The Probability that the network is down during such a trip situation is 1: 6.3 Million per year.

Applications from a Substation Controller to an IED using the Client/Server services are not time critical. TCP/IP mechanisms care for repeating lost frames and the right ordering in the receive buffers. Applications between IEDs (e.g. Interlocking Signals and Trip messages) use the GOOSE service based on a multicast service. Through a repetition mode defined in IEC 61850, it is ensured that these messages do not get lost. Therefore, the communication blackout during the recovery time does not mean that the messages sent out during this period are lost. Even when the double signal change is short enough that it is missed because at the end of the recovery period the signal has the same state as at the beginning, the application is able to recognize the uncertain state by checking the GOOSE message counter which is incremented with each GOOSE repetition.

The use of sampled values is a different issue regarding application. Even if one sample is missing, the protection relay has a measuring blackout of a measuring window.

Possibilities in real Substation layouts

Ring Redundancy: Not all of the IEC 62439 redundancy mechanisms are used in IEC 61850 applications; the most common ones are reviewed.

The Issue of ring redundancy: In principle, an Ethernet System MUST NOT be configured as a real ring. Due to its network access mechanisms, no data frame is allowed to circle around the network. In case of a closed loop / closed ring all connected devices will pump frames into the system but these frames will never disappear in closed rings. Depending on the number of frames per second of the connected devices, even GBit/s systems will crash in seconds. Therefore, measures have to be taken to prevent circulating frames in these systems (loop-prevention). There are different, standardized systems available which prevent circulating frames even in a physical ring topology. The most common systems are described.

MRP (IEC 62439-2,“Hyper Ring”): MRP is the standardized version of vendor specific ring redundancy solutions like HiPER-Ring or High-Speed-Redundancy (Fig 1).

Function: One of the Ethernet Switches is a so called “Redundancy Manager”. It sends out test frames on both ring ports. In a ring without a failure, each of these test frames must appear on the opposite ring port of the Redundancy Manager. As long as these test frames appear, the redundancy manager opens the loop and the circulation of frames is prevented (Fig 2). If the ring is interrupted, either because a connection is broken or a switch in the ring is defective, no test frames appear on the receiving side of the redundancy manager. The redundancy manager closes the loop and all devices are connected to each other again. Coupling of rings is not standardized in MRP (switch vendors use proprietary dual link solutions.)
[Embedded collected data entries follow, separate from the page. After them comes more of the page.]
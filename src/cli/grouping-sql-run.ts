/** `lagparity grouping-sql`, run: print the grouping statement (options and help: `grouping-sql-command.ts`). */
import { type Issue, error, show } from '../issues.js';
import { groupingSql } from '../engine/grouping-sql.js';
import { latencyStepOption } from './latency-step-option.js';
import { EXIT_BAD_INPUT, EXIT_OK, reportIssues, writeOut } from './output.js';

export interface GroupingSqlCliOptions {
  table: string;
  latencyStep: string;
  rows: string;
  weight?: boolean;
  player: boolean;
}

/** A table name: plain identifiers joined by dots (`telemetry`, `games.shots`), nothing an engine could read as more SQL. */
const TABLE_NAME = /^[A-Za-z_][A-Za-z0-9_]*(\.[A-Za-z_][A-Za-z0-9_]*){0,2}$/;

export function runGroupingSql(options: GroupingSqlCliOptions): number {
  const issues: Issue[] = [];
  const latencyStepMs = latencyStepOption(options.latencyStep, issues);
  if (!TABLE_NAME.test(options.table)) issues.push(error('invalid_option', '--table', `\`--table\` requires a table name of letters, digits and _ (schema. allowed), got ${show(options.table)}`));
  if (options.rows !== 'attempts' && options.rows !== 'rounds') issues.push(error('invalid_option', '--rows', `\`--rows\` requires attempts or rounds, got ${show(options.rows)}`));
  if (issues.length > 0) {
    reportIssues(issues);
    return EXIT_BAD_INPUT;
  }
  writeOut(groupingSql({ table: options.table, latencyStepMs, shape: options.rows === 'rounds' ? 'per_round' : 'per_attempt', weight: options.weight ?? false, player: options.player }));
  return EXIT_OK;
}
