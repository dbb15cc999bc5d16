/** `lagparity validate`: check input files against their formats before a match. */
import { basename, extname } from 'node:path';
import type { Command } from 'commander';
import { type Issue, error, show } from '../issues.js';
import { readJsonFile } from '../io/read-json.js';
import { readTrialsFile } from '../io/read-trials.js';
import { safeParseLobby } from '../formats/lobby.js';
import { compileModel } from '../model/compile.js';
import { compileRules } from '../solver/rules.js';
import { LOBBY_FORMAT } from '../formats/lobby-file.js';
import { MODEL_FORMAT } from '../formats/model-file.js';
import { RULES_FORMAT } from '../formats/rules-file.js';
import { EXIT_BAD_INPUT, EXIT_OK, reportIssues, writeOut } from './output.js';

type Kind = 'trials' | 'lobby' | 'model' | 'rules';
const KINDS: readonly Kind[] = ['trials', 'lobby', 'model', 'rules'];
const TAGS: Record<string, Kind> = { [LOBBY_FORMAT]: 'lobby', [MODEL_FORMAT]: 'model', [RULES_FORMAT]: 'rules' };

export interface FileVerdict {
  readonly path: string;
  readonly kind: Kind | null;
  readonly valid: boolean;
  readonly issues: readonly Issue[];
  readonly warnings: readonly Issue[];
}

/** Validate one file; the kind comes from `--kind`, the extension (.csv) or the JSON `format` tag. */
export async function validateFile(path: string, forced: Kind | undefined): Promise<FileVerdict> {
  const kind = forced ?? (extname(path).toLowerCase() === '.csv' ? 'trials' : undefined);
  if (kind === 'trials') {
    const result = await readTrialsFile(path);
    return result.ok ? { path, kind, valid: true, issues: [], warnings: result.warnings } : { path, kind, valid: false, issues: result.issues, warnings: [] };
  }
  const read = await readJsonFile(path);
  if (!read.ok) return { path, kind: kind ?? null, valid: false, issues: read.issues, warnings: [] };
  const tag = read.value !== null && typeof read.value === 'object' && !Array.isArray(read.value) ? (read.value as { format?: unknown }).format : undefined;
  const detected = kind ?? (typeof tag === 'string' ? TAGS[tag] : undefined);
  if (detected === undefined) {
    const known = Object.keys(TAGS).map((name) => show(name)).join(', ');
    return { path, kind: null, valid: false, warnings: [], issues: [error('unknown_format', `${read.file}:format`, `\`format\` requires one of ${known} (or a .csv trials file), got ${show(tag)}`)] };
  }
  const parsed = detected === 'lobby' ? safeParseLobby(read.value, read.file) : detected === 'model' ? compileModel(read.value, read.file) : compileRules(read.value, read.file);
  return parsed.ok ? { path, kind: detected, valid: true, issues: [], warnings: parsed.warnings } : { path, kind: detected, valid: false, issues: parsed.issues, warnings: [] };
}

export function registerValidate(program: Command): void {
  program
    .command('validate')
    .description('Check trials, lobby, model and rules files against their formats; report every problem with its place.')
    .argument('<files...>', 'files to check: *.csv trials, or JSON lobby / model / rules files (told apart by their `format` tag)')
    .option('--kind <kind>', `read every file as this kind: ${KINDS.join(', ')}`)
    .option('--json', 'write one JSON document (lagparity/validation@1) to stdout')
    .addHelpText('after', '\nExample:\n  lagparity validate matches/*.lobby.json matches/league-rules.json matches/playtest-trials.csv\n\nExit codes: 0 every file valid (warnings allowed); 2 some file invalid.')
    .action(async (files: string[], options: { kind?: string; json?: boolean }) => {
      if (options.kind !== undefined && !(KINDS as readonly string[]).includes(options.kind)) {
        reportIssues([error('invalid_option', '--kind', `\`--kind\` requires one of ${KINDS.join(', ')}, got ${show(options.kind)}`)]);
        process.exitCode = EXIT_BAD_INPUT;
        return;
      }
      const verdicts: FileVerdict[] = [];
      for (const file of files) verdicts.push(await validateFile(file, options.kind as Kind | undefined));
      for (const verdict of verdicts) reportIssues([...verdict.issues, ...verdict.warnings]);
      if (options.json) writeOut(JSON.stringify({ format: 'lagparity/validation@1', files: verdicts }, null, 2));
      else writeOut(verdicts.map((verdict) => `${verdict.valid ? 'valid  ' : 'INVALID'} ${verdict.kind ?? '?'} ${basename(verdict.path)}${verdict.warnings.length > 0 ? ` (${verdict.warnings.length} warning${verdict.warnings.length === 1 ? '' : 's'})` : ''}`).join('\n'));
      process.exitCode = verdicts.every((verdict) => verdict.valid) ? EXIT_OK : EXIT_BAD_INPUT;
    });
}
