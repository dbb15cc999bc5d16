/** `lagparity report`: the command's options and help; the run code (`report-run.ts`) is loaded when it runs. */
import type { Command } from 'commander';
import type { ReportOptions } from './report-run.js';

export function registerReport(program: Command): void {
  program
    .command('report')
    .description('Write one self-contained HTML report: accuracy by condition, the fitted curves with their band, calibration, and what compensation does to each lobby.')
    .requiredOption('--trials <file>', 'trials file (CSV), the playtest the model was fitted on')
    .requiredOption('--model <file>', 'model file (lagparity/model@1)')
    .option('--lobbies <paths...>', 'lobby files (*.lobby.json) or folders of them, to show balanced')
    .option('--rules <file>', 'rules file (lagparity/rules@1) for the lobbies; default: floor 1, cap 1.5, no other limit')
    .option('--size-study <file>', 'a size study (lagparity/playtest-size@1, from `lagparity plan size --out`): adds the precision and power against participants')
    .requiredOption('--out <file>', 'the HTML file to write')
    .option('--force', 'replace the output file if it exists')
    .option('--latency-bins <spec>', 'latency groups: auto, levels, quantile:K, width:W (ms) or edges:a,b,... (as for summarize)', 'auto')
    .option('--live <file>', 'live telemetry (trials with a player column and the applied scales): adds the field check by latency band (as lagparity field-check)')
    .option('--live-margin <gap>', 'the field check\'s margin in hit probability', '0.02')
    .option('--live-bands <cuts>', 'the field check\'s latency band cut points in ms', '40,80,120,160,200')
    .addHelpText(
      'after',
      `
The page needs no network: charts are inline SVG, with no scripts and no web fonts.
The file is written to a temporary file beside the target and renamed into place; an existing
file is kept unless --force.

Examples:
  lagparity report --trials matches/playtest-trials.csv --model matches/model.json \\
    --lobbies matches --rules matches/league-rules.json --out report.html
  lagparity plan size matches/preseason-playtest.plan.json --pilot-model matches/model.json --out size.json
  lagparity report --trials matches/playtest-trials.csv --model matches/model.json --size-study size.json --out plan.html
  lagparity report --trials matches/playtest-trials.csv --model matches/model.json \\
    --rules matches/league-rules.json --live matches/live-telemetry.csv --out season.html

Exit codes: 0 written; 2 bad input, or the output exists without --force.`,
    )
    .action(async (options: ReportOptions) => {
      const { runReport } = await import('./report-run.js');
      process.exitCode = await runReport(options);
    });
}
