/** The balance result as tables for people. */
import { compactTable } from './table.js';
import type { BalanceResult, PlayerBalance } from '../solver/balance-lobby.js';
import { fixed } from './output.js';


/** The per-player columns every lobby table shows (balance and audit). */
export const PLAYER_HEAD = ['player', 'team', 'latency ms', 'scale', 'P(hit) before', 'P(hit) after', 'gap to target', 'held by'] as const;
export const PLAYER_ALIGN = ['left', 'left', 'right', 'right', 'right', 'right', 'right', 'left'] as const;

/** A player's cells under PLAYER_HEAD; an ineligible player shows no scale or result. */
export function playerCells(player: Pick<PlayerBalance, 'id' | 'team' | 'eligible' | 'latency_estimate_ms' | 'scale' | 'expected_before' | 'expected_after' | 'gap_to_target' | 'binding'>): string[] {
  return [
    player.id,
    player.team ?? '-',
    player.latency_estimate_ms.toFixed(1),
    player.eligible ? player.scale.toFixed(3) : '-',
    fixed(player.expected_before),
    player.eligible ? fixed(player.expected_after) : '-',
    player.eligible ? fixed(player.gap_to_target) : '-',
    player.binding,
  ];
}

export const CAUTION =
  'Caution: compensation changes competitive outcomes. Disclose it to the players, measure latency on the server (never trust the client), and defer to the league\'s own rules and officials.';

export function renderBalance(result: BalanceResult): string {
  if (result.status === 'rejected') {
    return `${result.match_id}: rejected\n${result.issues.map((issue) => `  ${issue.location}: ${issue.message}`).join('\n')}`;
  }
  const table = compactTable(PLAYER_HEAD, PLAYER_ALIGN);
  for (const player of result.players) table.push(playerCells(player));
  const summary = result.summary;
  const ordering = result.views?.ordering;
  const lines = [
    `${result.match_id} (${result.attribute}, difficulty ${String(result.difficulty)}): ${result.status}${result.summary.ineligible_players === 0 ? '' : `, ${result.summary.ineligible_players} player${result.summary.ineligible_players === 1 ? '' : 's'} excluded (above the latency limit, never scaled)`}`,
    table.toString(),
    `target P(hit) ${fixed(result.target)}; largest gap ${fixed(summary.largest_gap_before)} -> ${fixed(summary.largest_gap_after)}; Jain's index ${fixed(summary.jain_before, 4)} -> ${fixed(summary.jain_after, 4)}` +
      (summary.team_gap_before === null ? '' : `; team gap ${fixed(summary.team_gap_before)} -> ${fixed(summary.team_gap_after)}`) +
      (ordering === undefined || ordering.step_gain === 0 ? '' : `; one step moves a player up to ${fixed(ordering.step_gain)}, largest overtake ${fixed(ordering.largest_overtake)}`),
  ];
  return lines.join('\n');
}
RSTP (IEEE 802.1w/802.1d-2004, IEC 62439) Ring and meshed configurations: RSTP can provide pure ring configurations as shown in MRP and meshed configurations as well. Consequently, the loop prevention principle must be different to pure ring systems. One of the Ethernet switches is the so called root bridge (Simplified: bridge = switch). This is the bridge with the highest so called “root priority”. All ports at this switch are designated ports (Fig. 3).

Ports closest to the root bridge are “root forwarding”. The path with the closest connection to the root is active. Non necessary ports are blocked for loop prevention. If the network configuration is able to, every path has a pre-configured, alternative path; blocked ports can become active when the primary path is defective. In the case of root bridge failure, the bridge with the next higher root priority takes over the root bridge function (Fig. 4). RSTP can be used in ring configurations as well. In pure rings it shows good performance of recovery speed 4-5 ms per hop, multiple meshed systems can lead to larger recovery times. This mechanism utilizes implementation of small switches in IEDs like protection relays directly. Cost effective configurations can be achieved, such as the one shown in figure 6.
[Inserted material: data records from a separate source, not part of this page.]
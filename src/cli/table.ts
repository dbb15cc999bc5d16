/** The CLI's one table style: no colour codes, box lines without a rule between body rows. */
import Table from 'cli-table3';
import { escapeControlCharacters } from '../formats/control-characters.js';

/** Box lines without a rule between body rows. */
export const COMPACT_CHARS = { mid: '', 'left-mid': '', 'mid-mid': '', 'right-mid': '' };

export type Alignment = 'left' | 'right';

type Cell = Table.Cell;

/**
 * A cell's text with control characters escaped before the table measures it: cli-table3 reads
 * an ESC in a cell as a colour code, leaves it out of the width and appends a reset of its own
 * (an id with ESC[31m printed as ESC[31m...ESC[39m, which the output's escaping then showed).
 */
function escapedCell(cell: Cell): Cell {
  if (typeof cell === 'string') return escapeControlCharacters(cell);
  if (cell !== null && typeof cell === 'object' && 'content' in cell && typeof cell.content === 'string') return { ...cell, content: escapeControlCharacters(cell.content) };
  return cell;
}

/** A plain compact table with these column heads and alignments; every cell's text is escaped as it is pushed. */
export function compactTable(head: readonly string[], alignments: readonly Alignment[]): Table.Table {
  const table = new Table({ head: head.map(escapeControlCharacters), style: { head: [], border: [] }, chars: COMPACT_CHARS, colAligns: [...alignments] });
  const push = table.push.bind(table);
  table.push = (...rows: Table.Table[number][]) => push(...rows.map((row) => (Array.isArray(row) ? row.map(escapedCell) : row)));
  return table;
}
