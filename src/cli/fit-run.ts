/** `lagparity fit`, run: fit the hit-probability model to a trials file and write the model file (options and help: `fit-command.ts`). */
import { basename } from 'node:path';
import { type Issue, LagparityInputError, error, show } from '../issues.js';
import { writeFileAtomic } from '../io/write-file.js';
import { fitModelOnThreads } from '../model/fit-model-threads.js';
import type { FitFamily, FitModelOptions, FitReport } from '../model/fit-report-types.js';
import { LINK_NAMES, type LinkName } from '../model/links.js';
import { type TermName, parseTermList } from '../model/terms.js';
import type { Ranked } from './render-fit.js';
import { EXIT_BAD_INPUT, EXIT_OK, reportIssues, writeOut } from './output.js';
import { progressLine } from './progress.js';
import { readGrouped } from './read-grouped.js';
import { latencyStepOption } from './latency-step-option.js';
import { FIT_THREADS_CAP, threadCount } from './thread-count.js';

export const FIT_RESULT_FORMAT = 'lagparity/fit-result@1';

export interface FitOptions {
  out?: string;
  link: string;
  terms?: string;
  cluster?: string;
  folds: string;
  seed: string;
  compare?: string;
  family: string;
  reference?: string;
  attribute?: string;
  json?: boolean;
  force?: boolean;
  lrTests: string;
  baseline: boolean;
  latencyStep?: string;
  counts: string;
  threads?: string;
}

/** One candidate of `--compare`: `MODEL[:TERMS]`, MODEL a link name or `least_squares`. */
export interface Candidate {
  readonly spec: string;
  readonly family: FitFamily;
  readonly link: LinkName;
  readonly terms: readonly TermName[] | undefined;
}

/** Parse `--compare`: candidates separated by `;`, each `MODEL[:TERMS]`. */
export function parseCompare(text: string): { candidates: Candidate[]; issues: Issue[] } {
  const candidates: Candidate[] = [];
  const issues: Issue[] = [];
  for (const raw of text.split(';')) {
    const spec = raw.trim();
    if (spec === '') continue;
    const colon = spec.indexOf(':');
    const model = (colon < 0 ? spec : spec.slice(0, colon)).trim();
    const termText = colon < 0 ? undefined : spec.slice(colon + 1);
    const family: FitFamily = model === 'least_squares' ? 'least_squares' : 'binomial';
    if (model !== 'least_squares' && !(LINK_NAMES as readonly string[]).includes(model)) {
      issues.push(error('invalid_option', '--compare', `\`--compare\` requires each candidate to start with ${[...LINK_NAMES, 'least_squares'].join(', ')}, got ${show(model)} in ${show(spec)}`));
      continue;
    }
    let terms: TermName[] | undefined;
    if (termText !== undefined) {
      const parsed = parseTermList(termText, '--compare');
      if (!parsed.ok) {
        issues.push(...parsed.issues);
        continue;
      }
      terms = parsed.value;
    }
    candidates.push({ spec, family, link: family === 'binomial' ? (model as LinkName) : 'logit', terms });
  }
  if (candidates.length === 0 && issues.length === 0) {
    issues.push(error('invalid_option', '--compare', '`--compare` requires at least one candidate, got none'));
  }
  return { candidates, issues };
}

function integerOption(name: string, text: string, minimum: number, issues: Issue[]): number {
  const value = Number(text);
  if (!Number.isSafeInteger(value) || value < minimum) {
    issues.push(error('invalid_option', name, `\`${name}\` requires a whole number >= ${minimum}, got ${show(text)}`));
  }
  return value;
}

export async function runFit(path: string, options: FitOptions): Promise<number> {
  const issues: Issue[] = [];
  if (!(LINK_NAMES as readonly string[]).includes(options.link)) {
    issues.push(error('invalid_option', '--link', `\`--link\` requires one of ${LINK_NAMES.join(', ')}, got ${show(options.link)}`));
  }
  if (options.family !== 'binomial' && options.family !== 'least_squares') {
    issues.push(error('invalid_option', '--family', `\`--family\` requires binomial or least_squares, got ${show(options.family)}`));
  }
  if (options.cluster !== undefined && options.cluster !== 'player' && options.cluster !== 'none') {
    issues.push(error('invalid_option', '--cluster', `\`--cluster\` requires player or none, got ${show(options.cluster)}`));
  }
  const folds = integerOption('--folds', options.folds, 0, issues);
  if (options.lrTests !== 'all' && options.lrTests !== 'none') {
    issues.push(error('invalid_option', '--lr-tests', `\`--lr-tests\` requires all or none, got ${show(options.lrTests)}`));
  }
  const seed = integerOption('--seed', options.seed, 0, issues);
  let terms: TermName[] | undefined;
  if (options.terms !== undefined) {
    const parsed = parseTermList(options.terms);
    if (parsed.ok) terms = parsed.value;
    else issues.push(...parsed.issues);
  }
  const compare = options.compare === undefined ? null : parseCompare(options.compare);
  if (compare !== null) issues.push(...compare.issues);
  if (options.attribute !== undefined && options.attribute !== 'hit_area' && options.attribute !== 'timing_window') {
    issues.push(error('invalid_option', '--attribute', `\`--attribute\` requires hit_area or timing_window, got ${show(options.attribute)}`));
  }
  if (options.out !== undefined && options.family === 'least_squares') {
    issues.push(error('invalid_option', '--out', '`--out` requires `--family binomial` (a model file holds a binomial model), got least_squares'));
  }
  const latencyStepMs = options.latencyStep === undefined ? undefined : latencyStepOption(options.latencyStep, issues);
  if (options.counts !== 'rounds' && options.counts !== 'attempts') {
    issues.push(error('invalid_option', '--counts', `\`--counts\` requires rounds or attempts, got ${show(options.counts)}`));
  }
  const threads = threadCount(options.threads, issues, FIT_THREADS_CAP);
  if (issues.length > 0) {
    reportIssues(issues);
    return EXIT_BAD_INPUT;
  }

  const progress = progressLine('lagparity fit');
  const read = await readGrouped(path, progress, { ...(latencyStepMs === undefined ? {} : { latencyStepMs }), counts: options.counts as 'rounds' | 'attempts', threads });
  if (!read.ok) {
    progress.done();
    reportIssues(read.issues);
    return EXIT_BAD_INPUT;
  }
  const { grouped, sha256 } = read.value;
  const common: FitModelOptions = {
    link: options.link as LinkName,
    family: options.family as FitFamily,
    ...(terms === undefined ? {} : { terms }),
    ...(options.cluster === undefined ? {} : { cluster: options.cluster as 'player' | 'none' }),
    ...(options.reference === undefined ? {} : { reference: options.reference }),
    folds,
    seed,
    baseline: options.baseline,
  };
  let report: FitReport;
  const ranked: Ranked[] = [];
  try {
    report = await fitModelOnThreads(grouped, { ...common, likelihoodRatioTests: options.lrTests === 'all', onProgress: (stage) => progress.update(() => stage) }, threads);
    for (const candidate of compare?.candidates ?? []) {
      const fitted = await fitModelOnThreads(grouped, {
        ...common,
        family: candidate.family,
        link: candidate.link,
        ...(candidate.terms === undefined ? {} : { terms: candidate.terms }),
        likelihoodRatioTests: false,
        folds: folds >= 2 ? folds : 5,
        onProgress: (stage) => progress.update(() => `${candidate.spec}: ${stage}`),
      }, threads);
      ranked.push({
        spec: candidate.spec,
        status: fitted.status,
        log_loss: fitted.cross_validation?.log_loss ?? null,
        brier: fitted.cross_validation?.brier ?? null,
        calibration_error: fitted.cross_validation?.calibration_error ?? null,
        aic: fitted.statistics?.aic ?? null,
      });
    }
  } catch (cause) {
    progress.done();
    if (cause instanceof LagparityInputError) {
      reportIssues(cause.issues.map((issue) => ({ ...issue, location: issue.location.startsWith(grouped.file) ? issue.location : `--${issue.location}` })));
      return EXIT_BAD_INPUT;
    }
    throw cause;
  }
  progress.done();
  ranked.sort((a, b) => (a.log_loss ?? Infinity) - (b.log_loss ?? Infinity));
  reportIssues([...read.warnings, ...report.warnings]);

  const estimated = report.coefficients.length > 0;
  let written: string | null = null;
  let exit = estimated && (report.status === 'converged' || report.status === 'fitted') ? EXIT_OK : EXIT_BAD_INPUT;
  if (options.out !== undefined && exit === EXIT_OK) {
    // Loaded only here: the model file is checked against its zod schema, which a fit without --out does not need.
    const { toModelFile } = await import('../model/to-model-file.js');
    const attribute = options.attribute as 'hit_area' | 'timing_window' | undefined;
    const model = toModelFile(report, { file: basename(path), rows: grouped.groups.sourceRows, sha256, created_by: 'lagparity fit 0.1.0', ...(attribute === undefined ? {} : { attribute }) });
    if (!model.ok) {
      reportIssues(model.issues);
      exit = EXIT_BAD_INPUT;
    } else {
      const result = await writeFileAtomic(options.out, `${JSON.stringify(model.value, null, 2)}\n`, { force: options.force ?? false });
      if (!result.ok) {
        reportIssues(result.issues);
        exit = EXIT_BAD_INPUT;
      } else written = options.out;
    }
  } else if (options.out !== undefined) {
    reportIssues([error('not_written', options.out, `writing a model requires a converged fit, got status ${report.status}; nothing was written`)]);
  }
  if (options.json) {
    writeOut(JSON.stringify({ format: FIT_RESULT_FORMAT, report, comparison: compare === null ? null : ranked, written, provenance: { file: basename(path), rows: grouped.groups.sourceRows, sha256 } }, null, 2));
  } else {
    // The tables (cli-table3) load only for output to people.
    const { renderComparison, renderFit } = await import('./render-fit.js');
    writeOut(renderFit(report) + (compare === null ? '' : `\n\n${renderComparison(ranked)}`) + (written === null ? '' : `\n\nwrote ${written}`));
  }
  return exit;
}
The IEDs may have integrated switches which are RSTP-aware. Multiple rings are possible. One of the multiport switches is the root switch which organizes the optimal communication paths by establishing Root ports and designated ports. At the same time alternative redundant paths are foreseen, but blocked in normal operation. In the case of n-1 failure the alternate path will be activated. RSTP has settable parameters such as aging time, root priority … Using recommended, pre-configured parameters in multiple meshed configurations can end up in recovery times of 1 second but optimized parameters allow smaller re-configuration times.  

Dual homing (dual link) redundancy: In a dual homing configuration, the two interfaces in an IED and in a substation controller have two interfaces. One is active; the other is actively monitoring the backup link if it is still usable (Fig. 5a). In the case of an n-1 failure the IED checks the missing link and switches over to the reserve link. It sends out a special message in order to establish the alternative path. This establishment is reduced to the missing link only; therefore the recovery time is very fast (Fig. 5b). This type of redundancy is described in principle in IEEE 802.1d but is often implemented with some proprietary functionality.
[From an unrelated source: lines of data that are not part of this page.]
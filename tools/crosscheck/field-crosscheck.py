"""field-crosscheck.py -- re-computes test/fixtures/field/field_r.csv with a second library.

   apt-get install -y python3-statsmodels      # statsmodels 0.13.5, numpy 1.24.2, scipy 1.10.1 (Debian bookworm)
   /usr/bin/python3 tools/crosscheck/field-crosscheck.py test/fixtures/field

Fits the calibration, offset, band and refit models of field-reference.R with statsmodels' GLM
(binomial, the same offsets), clusters by player with the CR1 factor G/(G-1) (N-1)/(N-K)
(cov_type="cluster", use_correction=True, df_correction=True), and the Rao-Scott figures from
numpy's eigenvalues. Exit 0 when every figure agrees with R's to 1e-7 relative (1e-6 for
p-values), 1 otherwise; prints the worst agreement per model. Not run by the tests.
"""
import csv
import math
import sys

import numpy as np
import statsmodels.api as sm
from scipy import stats

folder = sys.argv[1] if len(sys.argv) > 1 else "."
rows = list(csv.DictReader(open(f"{folder}/live-rounds.csv")))
reference = {}
for row in csv.DictReader(open(f"{folder}/field_r.csv")):
    reference[(row["dataset"], row["model"], row["quantity"], row["term"])] = float(row["value"])

latency = np.array([float(r["latency_ms"]) for r in rows])
scale = np.array([float(r["scale"]) for r in rows])
veteran = np.array([1.0 if r["difficulty"] == "veteran" else 0.0 for r in rows])
hits = np.array([float(r["hits"]) for r in rows])
attempts = np.array([float(r["attempts"]) for r in rows])
players = sorted({r["player"] for r in rows})
groups = np.array([players.index(r["player"]) for r in rows])
X = np.column_stack([np.ones(len(rows)), latency, np.log(scale), veteran, latency * np.log(scale)])
eta0 = X @ np.array([0.9, -0.008, 1.6, -0.5, 0.004])
y = np.column_stack([hits, attempts - hits])

worst = {}
failures = 0


def check(model, quantity, term, value, tolerance=1e-7):
    global failures
    expected = reference[("rounds", model, quantity, term)]
    error = abs(value - expected) / abs(expected)
    worst[model] = max(worst.get(model, 0.0), error)
    if error > tolerance:
        failures += 1
        print(f"DIFFERS {model} {quantity} {term}: statsmodels {value!r}, R {expected!r}")


def fit(design, offset=None, family=sm.families.Binomial()):
    model = sm.GLM(y, design, family=family, offset=offset)
    plain = model.fit(tol=1e-14, maxiter=200)
    robust = model.fit(tol=1e-14, maxiter=200, cov_type="cluster", cov_kwds={"groups": groups, "use_correction": True, "df_correction": True})
    return plain, robust


for name, design, offset, terms in [
    ("citl", np.ones((len(rows), 1)), eta0, ["(Intercept)"]),
    ("slope", np.column_stack([np.ones(len(rows)), eta0]), None, ["(Intercept)", "eta0"]),
    ("linear", np.column_stack([np.ones(len(rows)), latency]), eta0, ["(Intercept)", "latency_ms"]),
    ("refit", X, None, ["(Intercept)", "latency_ms", "log(scale)", "difficultyveteran", "latency_ms:log(scale)"]),
]:
    plain, robust = fit(design, offset)
    for j, term in enumerate(terms):
        check(name, "estimate", term, plain.params[j])
        check(name, "se_model", term, plain.bse[j])
        check(name, "se_CR1", term, robust.bse[j])
    check(name, "deviance", "", plain.deviance)

# The likelihood-ratio test against the model's coefficients and its Rao-Scott adjustment.
plain, robust = fit(X)
mu0 = 1 / (1 + np.exp(-eta0))
deviance_at_model = 2 * np.sum(np.where(hits > 0, hits * np.log(np.maximum(hits, 1e-300) / (attempts * mu0)), 0)
                               + np.where(attempts - hits > 0, (attempts - hits) * np.log(np.maximum(attempts - hits, 1e-300) / (attempts * (1 - mu0))), 0))
lr = deviance_at_model - plain.deviance
check("refit", "lr_statistic", "", lr)
delta = np.linalg.eigvals(np.linalg.solve(plain.cov_params(), robust.cov_params())).real
k = len(delta)
mean = delta.mean()
a2 = np.sum((delta - mean) ** 2) / (k * mean**2)
check("refit", "rao_scott_mean_eigenvalue", "", mean)
check("refit", "rao_scott_a2", "", a2, 1e-6)
check("refit", "rao_scott_p", "", stats.chi2.sf(lr / (mean * (1 + a2)), k / (1 + a2)), 1e-5)

for model, error in worst.items():
    print(f"{model}: worst relative difference from R {error:.2e}")
sys.exit(1 if failures else 0)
Mixed Configurations: Dual homing and ring configurations can easily be mixed. The most typical configuration is as follows (Fig. 7). The Main Ring and the sub rings are using RSTP or MRP, the IEDs are dual connected by use of link redundancy. This kind of mixed technologies provides true n-1 redundancy with very low deterministic recovery times based on the available and proved technologies. Due to the fact that both technologies work independently, the recovery times do not add.

Seamless Redundancy Mechanisms

General: Seamless means, that the redundancy system has almost no recovery time. This can be accomplished in only one way. The message is packed into two frames and is sent in two different ways to the receiver. The receiver takes the first frame, identifies it and discards the redundant second one with the same message. This works in a parallel configuration as well as in a ring configuration; the principle is the same. IEC 62439 specifies in part 3 two seamless systems:  PRP and  HSR.

PRP Parallel Redundancy Protocol (IEC 62439-3): The PRP principle is shown in figure 8. The networks A and B can have any structure, Star, line, ring, meshed. It is also not necessary to use the same configuration on Network A and Network B. Each PRP device has a DANP (dual attached node using PRP). The redundancy entity is below Ethernet layer 2, it works for all Ethernet protocols. This means A and B frames have the same MAC and IP – address. As a result network A and B must be isolated, a connection between A and B will lead to ambiguous addressing and consequently trouble the network.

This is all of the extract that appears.